● **YOUR ASSIGNMENT**
Write out every line from the listing below where the string "courseQueryKey" is found.

***** DATA RECORDS *****

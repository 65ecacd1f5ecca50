import { queryOptions, useQuery } from '@tanstack/react-query';
import type { CourseDetail } from '@shared/api/courses';
import { apiGet } from '@client/lib/api';

export const courseQueryKey = (courseId: number) => ['courses', 'detail', courseId] as const;

/** GET /api/v1/courses/:courseId: the course, its teaching team and what the caller may do in it. */
export const courseQueryOptions = (courseId: number) =>
  queryOptions({
    queryKey: courseQueryKey(courseId),
    queryFn: ({ signal }) => apiGet<CourseDetail>(`/api/v1/courses/${courseId}`, { signal }),
  });

export function useCourse(courseId: number) {
  return useQuery(courseQueryOptions(courseId));
}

*****

● **YOUR RESPONSE**
export const courseQueryKey = (courseId: number) => ['courses', 'detail', courseId] as const;
    queryKey: courseQueryKey(courseId),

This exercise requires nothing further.